= WHAT YOU HAVE TO DO =
Return every line from the records below that has the word "updateShopRequestSchema".

SOURCE MATERIAL below:

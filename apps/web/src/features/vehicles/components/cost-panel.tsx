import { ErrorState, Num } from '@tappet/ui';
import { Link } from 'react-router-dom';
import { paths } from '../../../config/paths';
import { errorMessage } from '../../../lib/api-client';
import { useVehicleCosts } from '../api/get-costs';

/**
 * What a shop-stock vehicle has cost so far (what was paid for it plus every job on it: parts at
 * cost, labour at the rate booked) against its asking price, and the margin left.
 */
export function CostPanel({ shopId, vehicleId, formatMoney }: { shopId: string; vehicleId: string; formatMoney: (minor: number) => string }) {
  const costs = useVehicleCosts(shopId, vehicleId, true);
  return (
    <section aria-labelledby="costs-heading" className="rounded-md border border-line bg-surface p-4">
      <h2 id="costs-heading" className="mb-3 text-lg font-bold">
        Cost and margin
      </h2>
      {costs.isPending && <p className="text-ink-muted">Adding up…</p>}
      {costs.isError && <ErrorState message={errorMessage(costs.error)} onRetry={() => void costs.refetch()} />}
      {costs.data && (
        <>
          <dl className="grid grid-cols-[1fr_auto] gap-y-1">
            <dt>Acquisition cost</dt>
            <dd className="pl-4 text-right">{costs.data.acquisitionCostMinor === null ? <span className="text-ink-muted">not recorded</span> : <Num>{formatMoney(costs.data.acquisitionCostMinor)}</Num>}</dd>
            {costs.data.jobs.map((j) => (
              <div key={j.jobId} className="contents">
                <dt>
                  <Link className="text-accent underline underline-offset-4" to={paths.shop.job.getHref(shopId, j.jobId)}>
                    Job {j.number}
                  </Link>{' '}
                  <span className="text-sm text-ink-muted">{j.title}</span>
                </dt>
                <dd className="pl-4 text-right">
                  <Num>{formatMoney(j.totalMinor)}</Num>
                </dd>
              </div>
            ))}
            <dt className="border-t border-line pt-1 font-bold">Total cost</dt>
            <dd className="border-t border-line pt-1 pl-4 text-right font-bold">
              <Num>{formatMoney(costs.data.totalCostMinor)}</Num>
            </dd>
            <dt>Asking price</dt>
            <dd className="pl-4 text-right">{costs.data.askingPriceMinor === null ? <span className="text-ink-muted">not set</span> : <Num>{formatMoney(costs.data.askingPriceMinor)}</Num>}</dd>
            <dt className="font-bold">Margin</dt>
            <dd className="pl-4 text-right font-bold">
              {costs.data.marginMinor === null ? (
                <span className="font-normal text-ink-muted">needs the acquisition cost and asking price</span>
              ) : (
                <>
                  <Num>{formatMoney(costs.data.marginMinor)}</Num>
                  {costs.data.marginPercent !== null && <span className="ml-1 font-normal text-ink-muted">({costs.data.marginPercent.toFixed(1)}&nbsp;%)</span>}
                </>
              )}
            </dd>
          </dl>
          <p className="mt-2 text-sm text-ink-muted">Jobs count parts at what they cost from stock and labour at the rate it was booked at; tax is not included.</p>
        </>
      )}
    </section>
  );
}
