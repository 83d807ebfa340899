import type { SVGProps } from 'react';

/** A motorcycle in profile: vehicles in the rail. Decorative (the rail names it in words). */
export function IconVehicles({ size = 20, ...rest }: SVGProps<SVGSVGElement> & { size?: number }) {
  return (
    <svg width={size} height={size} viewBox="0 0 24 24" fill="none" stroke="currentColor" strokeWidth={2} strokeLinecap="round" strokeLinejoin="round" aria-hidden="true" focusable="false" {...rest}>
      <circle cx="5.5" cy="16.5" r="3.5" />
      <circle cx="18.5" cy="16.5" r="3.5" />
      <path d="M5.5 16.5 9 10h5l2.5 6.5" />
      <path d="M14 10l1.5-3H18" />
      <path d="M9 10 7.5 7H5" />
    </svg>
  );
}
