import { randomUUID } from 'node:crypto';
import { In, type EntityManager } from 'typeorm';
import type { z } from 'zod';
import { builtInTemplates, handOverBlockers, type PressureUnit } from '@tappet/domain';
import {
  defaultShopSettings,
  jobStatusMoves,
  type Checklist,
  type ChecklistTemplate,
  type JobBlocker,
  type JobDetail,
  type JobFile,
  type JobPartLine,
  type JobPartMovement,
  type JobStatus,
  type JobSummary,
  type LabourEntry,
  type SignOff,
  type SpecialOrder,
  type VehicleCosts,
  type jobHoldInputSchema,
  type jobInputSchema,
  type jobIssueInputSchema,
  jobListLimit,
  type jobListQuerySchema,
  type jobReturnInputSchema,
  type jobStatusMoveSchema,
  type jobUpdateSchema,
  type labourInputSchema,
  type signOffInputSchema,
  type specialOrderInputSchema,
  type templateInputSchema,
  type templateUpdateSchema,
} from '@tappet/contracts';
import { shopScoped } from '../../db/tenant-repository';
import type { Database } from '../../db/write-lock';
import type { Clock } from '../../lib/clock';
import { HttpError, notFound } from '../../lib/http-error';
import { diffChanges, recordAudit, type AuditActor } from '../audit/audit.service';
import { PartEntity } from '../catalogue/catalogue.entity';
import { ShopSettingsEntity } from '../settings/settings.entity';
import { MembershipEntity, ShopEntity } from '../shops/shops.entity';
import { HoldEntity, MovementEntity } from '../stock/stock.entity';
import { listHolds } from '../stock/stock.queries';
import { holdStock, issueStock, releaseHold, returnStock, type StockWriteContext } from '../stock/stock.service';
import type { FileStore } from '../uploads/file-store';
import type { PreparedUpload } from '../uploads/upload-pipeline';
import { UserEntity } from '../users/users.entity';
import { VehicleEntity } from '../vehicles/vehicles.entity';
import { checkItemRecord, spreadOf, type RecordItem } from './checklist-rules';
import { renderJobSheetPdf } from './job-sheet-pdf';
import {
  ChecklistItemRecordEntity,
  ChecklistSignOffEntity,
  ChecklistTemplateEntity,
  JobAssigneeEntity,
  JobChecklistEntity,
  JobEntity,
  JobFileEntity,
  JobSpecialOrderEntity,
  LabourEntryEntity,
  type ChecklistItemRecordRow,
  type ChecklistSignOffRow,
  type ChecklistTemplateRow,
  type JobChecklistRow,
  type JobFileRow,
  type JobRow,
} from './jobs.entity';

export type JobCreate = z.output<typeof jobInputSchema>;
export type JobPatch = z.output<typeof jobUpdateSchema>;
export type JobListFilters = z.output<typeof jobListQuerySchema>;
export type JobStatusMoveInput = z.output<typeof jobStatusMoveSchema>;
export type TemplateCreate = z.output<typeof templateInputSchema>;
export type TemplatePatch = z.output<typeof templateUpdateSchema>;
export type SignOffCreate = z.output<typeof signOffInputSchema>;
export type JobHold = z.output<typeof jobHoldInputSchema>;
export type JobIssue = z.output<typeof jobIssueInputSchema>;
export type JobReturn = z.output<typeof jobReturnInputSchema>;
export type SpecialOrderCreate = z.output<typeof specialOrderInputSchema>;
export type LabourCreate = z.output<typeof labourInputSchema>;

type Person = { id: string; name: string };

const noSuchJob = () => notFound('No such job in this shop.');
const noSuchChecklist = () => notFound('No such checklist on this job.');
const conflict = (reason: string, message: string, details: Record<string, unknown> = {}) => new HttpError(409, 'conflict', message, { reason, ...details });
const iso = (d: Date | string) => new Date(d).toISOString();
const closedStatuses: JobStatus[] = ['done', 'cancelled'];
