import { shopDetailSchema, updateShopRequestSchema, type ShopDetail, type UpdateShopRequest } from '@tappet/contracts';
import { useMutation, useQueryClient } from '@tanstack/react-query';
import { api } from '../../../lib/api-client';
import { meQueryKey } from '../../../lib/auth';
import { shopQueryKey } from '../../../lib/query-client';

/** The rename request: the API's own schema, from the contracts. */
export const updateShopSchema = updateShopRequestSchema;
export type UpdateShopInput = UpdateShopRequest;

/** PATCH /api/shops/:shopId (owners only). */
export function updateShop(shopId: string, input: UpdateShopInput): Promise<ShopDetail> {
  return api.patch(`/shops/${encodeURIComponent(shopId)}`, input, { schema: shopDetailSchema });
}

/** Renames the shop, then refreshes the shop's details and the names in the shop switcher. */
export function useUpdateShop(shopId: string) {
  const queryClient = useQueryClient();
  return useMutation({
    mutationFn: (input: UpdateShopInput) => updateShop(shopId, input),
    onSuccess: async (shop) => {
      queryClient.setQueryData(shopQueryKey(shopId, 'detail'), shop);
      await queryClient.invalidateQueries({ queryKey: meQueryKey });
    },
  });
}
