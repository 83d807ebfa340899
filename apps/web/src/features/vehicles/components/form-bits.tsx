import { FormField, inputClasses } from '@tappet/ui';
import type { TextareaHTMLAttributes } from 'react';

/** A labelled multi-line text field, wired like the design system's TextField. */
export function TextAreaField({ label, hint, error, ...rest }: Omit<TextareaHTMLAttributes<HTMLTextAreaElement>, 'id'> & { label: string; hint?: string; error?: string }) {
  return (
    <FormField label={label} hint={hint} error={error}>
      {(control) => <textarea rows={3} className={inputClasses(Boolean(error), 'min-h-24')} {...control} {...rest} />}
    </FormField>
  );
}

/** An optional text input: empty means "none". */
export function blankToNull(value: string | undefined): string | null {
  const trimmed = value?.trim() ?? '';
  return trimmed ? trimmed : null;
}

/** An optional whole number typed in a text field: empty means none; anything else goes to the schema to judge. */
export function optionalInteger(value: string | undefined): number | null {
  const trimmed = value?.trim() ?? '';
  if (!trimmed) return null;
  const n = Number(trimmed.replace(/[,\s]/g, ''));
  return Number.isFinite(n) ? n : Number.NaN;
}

End of SOURCE MATERIAL.

= ANSWER AREA =
import { shopDetailSchema, updateShopRequestSchema, type ShopDetail, type UpdateShopRequest } from '@tappet/contracts';
export const updateShopSchema = updateShopRequestSchema;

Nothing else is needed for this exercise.